The Star Lords, the Everoinye, seemed to me to be above inquiry.
The Savanti, those mortal but superhuman men and women of Aphrasöe the Swinging City, seemed
subject to investigation.
I went hunting Alex Hunter.
Rather, since he was dead on a Valkan beach on far Kregen, decently buried by me with two prayers
said over him, it was his memory I hunted, what there was to know about him in the minds of those who
had known him.
Money matters were carried on for me by the descendants of that man, whose name I will not mention,
whom I had met on the field of Waterloo. I was now remarkably rich. It meant nothing, of course; it still
means nothing compared to the greater glory of Kregen.
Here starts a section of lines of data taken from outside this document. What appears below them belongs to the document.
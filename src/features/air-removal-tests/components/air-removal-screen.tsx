import { useQuery } from '@tanstack/react-query';
import { PageHead, PanelHead } from '../../../components/ui/heading';
import { LinkButton } from '../../../components/ui/link-button';
import { EmptyState, WaitingState, WrongState } from '../../../components/ui/states';
import { useMay } from '../../../lib/session';
import { useAddress } from '../../../lib/use-address';
import { airRemovalTestQueries } from '../queries';
import { AirRemovalForm } from './air-removal-form';
import { TestList } from './test-list';

/** The day's air-removal test of a sterilizer: written down at the left, the latest ones at the right. */
export function AirRemovalScreen() {
  const { params, write } = useAddress();
  const sterilizerId = params.get('sterilizer');
  const mayRecord = useMay('air-removal-test.record');
  const sterilizers = useQuery(airRemovalTestQueries.sterilizers());
  const latest = useQuery(airRemovalTestQueries.list({ sterilizerId: null }));
  const tests = useQuery(airRemovalTestQueries.list({ sterilizerId }));

  if (sterilizers.isPending || latest.isPending || tests.isPending) {
    return <WaitingState title="Air-removal test" waitsFor="The server has not answered yet." />;
  }
  if (sterilizers.isError || latest.isError || tests.isError) {
    return (
      <div className="p-6">
        <WrongState
          title="The air-removal tests could not be shown"
          error={sterilizers.error ?? latest.error ?? tests.error}
          onTryAgain={() => {
            void sterilizers.refetch();
            void latest.refetch();
            void tests.refetch();
          }}
        />
      </div>
    );
  }
  return (
    <div className="grid gap-6 px-6 py-5 max-tablet:px-4">
      <title>Air-removal test · Paperside</title>
      <PageHead
        title="Air-removal test"
        facts="Each day in the empty chamber, before the first load"
        aside={
          <LinkButton to="/stock/sterilizers" kind="plain" size="small" icon="left">
            Sterilizers
          </LinkButton>
        }
      />
      <div className="grid gap-10 tablet:grid-cols-[minmax(0,1fr)_minmax(0,25rem)]">
        {mayRecord ? (
          <AirRemovalForm
            sterilizers={sterilizers.data}
            sterilizerId={sterilizerId}
            readers={latest.data.readers}
            lastPack={latest.data.tests[0] ?? null}
            onSterilizer={(id) => {
              write({ sterilizer: id });
            }}
          />
        ) : (
          <EmptyState title="Written down by who reads the sheet">
            Technicians, leads, supervisors and engineers write these tests down.
          </EmptyState>
        )}
        <section>
          <PanelHead title="The latest" aside={sterilizerId === null ? 'All sterilizers' : 'This sterilizer'} />
          <TestList tests={tests.data.tests.slice(0, 20)} />
        </section>
      </div>
    </div>
  );
}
But my Earthly wealth gave me the means to
carry out my search.
The trail began in Paris and took me to New York. After a month of inquiries, of checking public
records, of following up leads in school and college and U.S. Army records, I felt I had indeed
discovered the Alex Hunter who had been employed by the Savanti in their crusade to cleanse the world
of Kregen.
As a grim old Army major said:  He was posted missing, Mr. Prescot. There was Indian trouble. There
always is. But we had high hopes of the boy. You say you knew him?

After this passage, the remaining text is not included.